Douche Your Show of These Three Things

If you’re currently doing any of the three things below, I would recommend you stop. These are things that are used more often by professionals than amateurs, so you may think I’m in no position to comment on them. But they are all overt, audience-facing techniques, and you don’t need to be a fellow professional to see these don’t work.

“Can I get a bill from someone? Oh, thanks! [Puts bill in pocket.]”

Look, I get it, you need to switch the bill, and jamming it in your pocket seems like just about the easiest way there is to do so. The problem is, this is wildly transparent to people. I briefly mentioned in a post a few weeks ago that this was one of the first things we tested in the earliest days of the focus group testing, back when it was very informal and done for just a small amount of people. When shown a trick using this type of switch, the overwhelming majority of the group (it was either 7 or 8 out of ten) mentioned that moment as either being suspicious or being a likely part of the method in their written feedback to us.

Of course they did. In what context would borrowing something from someone and putting it in your pocket not arouse suspicion?

“I do it all the time and it fools people.”

Wanna bet? If you want to fund it, I’ll put you in touch with some of the people who help conduct the testing and you can come in and perform for a group of random people live (or do it on tape). I guarantee over half of them question the part where you put the bill in your pocket.

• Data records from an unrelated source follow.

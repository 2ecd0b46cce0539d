using System.Net;
using System.Net.Http.Headers;
using System.Net.Http.Json;
using System.Text.Json;
using AuditSvc.Api.Tests.Hosting;
using AuditSvc.Cli.Demo;
using Xunit.Abstractions;

namespace AuditSvc.Api.Tests.Ui;

/// <summary>
/// The pages in a real browser. The login page is rendered with Chromium's own --dump-dom and --screenshot. The
/// audit page sits behind a sign-in, which the command-line flags cannot do, so the test signs in over HTTP as a
/// browser would, puts that session cookie into Chromium through the DevTools protocol (Network.setCookie), and
/// navigates there: no test-only endpoint, the page is served exactly as to a reviewer.
/// Screenshots of the list, audit, unit and report pages are kept (see <see cref="Screenshots"/>).
/// </summary>
public sealed class BrowserTests(ITestOutputHelper output)
{
    [PgFact]
    public async Task ReviewerDesk_InHeadlessChromium_FromListToSignedDecision()
    {
        if (!Chromium.Available(output)) return;
        await using var svc = await ServiceUnderTest.StartAsync(workers: 1, realEngine: true);
        var id = await DemoAuditAsync(svc);
        var (key, info) = await BrowserSession.KeyAsync(svc, "team-a", "rita");
        var shots = Screenshots();

        var loginDom = await Chromium.RunAsync("--dump-dom", new Uri(svc.Address, "/ui/login").ToString());
        Assert.Contains("<form method=\"post\" action=\"/ui/login\" id=\"login\">", loginDom, StringComparison.Ordinal);
        Assert.Contains("name=\"__af\"", loginDom, StringComparison.Ordinal);

        await using var tools = await DevTools.StartAsync();
        await tools.SendAsync("Page.enable");
        await tools.ViewportAsync(1366, 768);
        // Sign in through the login form, as a reviewer does.
        await tools.NavigateAsync(new Uri(svc.Address, "/ui/login"));
        await tools.FollowAsync($"document.querySelector('input[name=key]').value = '{key}'; document.getElementById('login').submit();");

        // The list: names, not ids; then the audit by its link.
        Assert.Contains("fruit demo (invented)", await tools.EvaluateAsync("document.getElementById('audits').innerText"), StringComparison.Ordinal);
        await Save(tools, shots, "list.png", 768);
        await tools.FollowAsync($"document.querySelector('#audits a[href=\"/ui/audits/{id}\"]').click()");

        // The verdict once, with a plain sentence per reason; the stamp's card with its region map, exemplars and review control.
        var band = await tools.EvaluateAsync("document.getElementById('verdict-band').innerText");
        Assert.Contains("BLOCK", band, StringComparison.Ordinal);
        Assert.Contains("The model's decisions follow stamp", band, StringComparison.Ordinal);
        Assert.Equal("1", await tools.EvaluateAsync("String(document.querySelectorAll('.verdict-word').length)"));
        Assert.Equal("true", await tools.EvaluateAsync("String(!!document.querySelector('#cue-stamp-yes svg.regionmap'))"));
        Assert.NotEqual("0", await tools.EvaluateAsync("String(document.querySelectorAll('#cue-stamp-yes .mini img').length)"));
        // Every picture on the first card loads (they are cut on request, then cached by the browser).
        Assert.Equal("0", await tools.EvaluateAsync(
            "Promise.all(Array.from(document.querySelectorAll('#decide .cuecard:first-of-type img')).map(i => { i.loading = 'eager'; return i.decode().then(() => 0, () => 1); })).then(r => String(r.reduce((a, b) => a + b, 0)))"));
        // The first card's review control is reachable without scrolling past that card.
        var cardBottom = double.Parse(await tools.EvaluateAsync("String(document.querySelector('#decide .cuecard').getBoundingClientRect().bottom + window.scrollY)"), Inv);
        var formTop = double.Parse(await tools.EvaluateAsync("String(document.querySelector('#decide .cuecard form.decide').getBoundingClientRect().top + window.scrollY)"), Inv);
        Assert.True(formTop < cardBottom, "the review control is not on the first card");
        await Save(tools, shots, "audit.png", 768);
        output.WriteLine("audit page bytes: " + await tools.EvaluateAsync("String(new Blob([document.documentElement.outerHTML]).size)"));
        await Save(tools, shots, "audit-first-card.png", Math.Min(cardBottom + 16, 2400));

        // A decision recorded on the card: confirmation on the card, the signer from the session, the history entry.
        await tools.FollowAsync("document.getElementById('cue-stamp-yes-spurious').click(); " +
            "document.querySelector('#cue-stamp-yes textarea').value = 'corner stamp <b>not</b> fruit'; document.querySelector('#cue-stamp-yes form.decide').submit();");
        var confirm = await tools.EvaluateAsync("document.querySelector('#cue-stamp-yes .confirm')?.innerText ?? ''");
        Assert.Contains("Recorded: Spurious", confirm, StringComparison.Ordinal);
        Assert.Contains($"rita ({info.Prefix})", confirm, StringComparison.Ordinal);
        var history = await tools.EvaluateAsync("document.getElementById('history').innerText");
        Assert.Contains("stamp=yes", history, StringComparison.Ordinal);
        Assert.Contains("corner stamp <b>not</b> fruit", history, StringComparison.Ordinal); // shown as text, never markup
        Assert.Equal("0", await tools.EvaluateAsync("String(document.querySelectorAll('#history b').length)"));

        // A unit page from the card: its 3×3 grid, the toggle to whole images, the interventions on its cue.
        await tools.FollowAsync("document.querySelector('#cue-stamp-yes .unitgrid a').click()");
        Assert.Equal("9", await tools.EvaluateAsync("String(document.querySelectorAll('.unit-cue .exemplars img').length)"));
        Assert.Contains("What moving stamp = yes did", await tools.EvaluateAsync("document.body.innerText"), StringComparison.Ordinal);
        await Save(tools, shots, "unit.png", 768);
        await tools.FollowAsync("document.querySelector('a.toggle').click()");
        Assert.Equal("9", await tools.EvaluateAsync("String(document.querySelectorAll('.unit-cue .exemplars.whole img').length)"));

        // The full report, self-contained, its pictures embedded once each.
        await tools.NavigateAsync(new Uri(svc.Address, $"/ui/audits/{id}/report"));
        Assert.Equal("0", await tools.EvaluateAsync("String(document.querySelectorAll('img[src^=\"http\"]').length)"));
        await Save(tools, shots, "report.png", 768);
        output.WriteLine("report bytes: " + await tools.EvaluateAsync("String(new Blob([document.documentElement.outerHTML]).size)"));
        output.WriteLine($"screenshots: {shots}");
    }

    private static readonly System.Globalization.CultureInfo Inv = System.Globalization.CultureInfo.InvariantCulture;

    /// <summary>Screenshots are kept as test artifacts: under AUDITSVC_UI_SCREENSHOTS when set, else artifacts/ui in the repository.</summary>
    private static string Screenshots() =>
        Directory.CreateDirectory(Environment.GetEnvironmentVariable("AUDITSVC_UI_SCREENSHOTS") is { Length: > 0 } dir
            ? dir : Path.Combine(RepoRoot(), "artifacts", "ui")).FullName;

    private static async Task Save(DevTools tools, string folder, string name, double height)
    {
        var png = await tools.ScreenshotAsync(0, height);
        AssertPng(png);
        await File.WriteAllBytesAsync(Path.Combine(folder, name), png);
    }

    private static void AssertPng(byte[] bytes) =>
        Assert.True(bytes.Length > 1000 && bytes.AsSpan(0, 8).SequenceEqual(new byte[] { 0x89, 0x50, 0x4E, 0x47, 0x0D, 0x0A, 0x1A, 0x0A }), "not a PNG");

    // The invented demo scenario (as in ComputeEngineTests): a corner stamp linked to one class, audited by the real engine.
    private static async Task<Guid> DemoAuditAsync(ServiceUnderTest svc)
    {
        using var api = await svc.ClientAsync("team-a");
        DemoSetGenerator.Write(Path.Combine(svc.DataRoot, "incoming", "team-a", "fruit"), new DemoSetOptions(600, 0.85, 20261202));
        var model = Path.Combine(RepoRoot(), "seed-demo", "models", "fruit-cue.onnx");
        using var form = new MultipartFormDataContent();
        form.Add(new StringContent(await File.ReadAllTextAsync(Path.ChangeExtension(model, ".recipe.json"))), "recipe");
        form.Add(new StringContent("fruit-cue (invented demo)"), "name");
        var file = new ByteArrayContent(await File.ReadAllBytesAsync(model));
        file.Headers.ContentType = new MediaTypeHeaderValue("application/octet-stream");
        form.Add(file, "model", Path.GetFileName(model));
        var uploaded = await api.PostAsync("/api/models", form);
        Assert.Equal(HttpStatusCode.Created, uploaded.StatusCode);
        var modelId = (await uploaded.Content.ReadFromJsonAsync<JsonElement>()).GetProperty("id").GetGuid();
        var set = await api.PostAsJsonAsync("/api/image-sets/folder", new { path = "incoming/team-a/fruit", name = "fruit demo (invented)", modelId });
        Assert.Equal(HttpStatusCode.Created, set.StatusCode);
        var setId = (await set.Content.ReadFromJsonAsync<JsonElement>()).GetProperty("id").GetGuid();
        var submit = await api.PostAsJsonAsync("/api/audits", new { modelId, imageSetId = setId, chunkSize = 300, policy = new { allowed_attributes = new[] { "defect_area" } } });
        var id = (await submit.Content.ReadFromJsonAsync<AuditSnapshot>())!.Id;
        Assert.Equal("done", (await svc.WaitForEndAsync(api, id)).State);
        return id;
    }

    private static string RepoRoot()
    {
        for (var dir = new DirectoryInfo(AppContext.BaseDirectory); dir is not null; dir = dir.Parent)
            if (File.Exists(Path.Combine(dir.FullName, "AuditSvc.sln"))) return dir.FullName;
        throw new DirectoryNotFoundException("AuditSvc.sln not found above " + AppContext.BaseDirectory);
    }
}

In fact, you should hope they question it. Here’s why: it’s not a funny joke. It’s maybe a 2 out of 10 as far as being funny goes. If you make this “joke” and it doesn’t stand out as being particularly lame, that means the rest of the “funny” lines in your show are equally as shitty.

What you should do instead: Beats me. I would say it depends on the trick you’re performing. One would think any sort of switch that doesn’t involve something going in your fucking pocket would be an upgrade.

The Dumb Mentalist

The conceit behind mentalism is that it is some form of advanced mental acuity so it always makes me laugh when—in the midst of an effect—the mentalist becomes briefly mentally retarded.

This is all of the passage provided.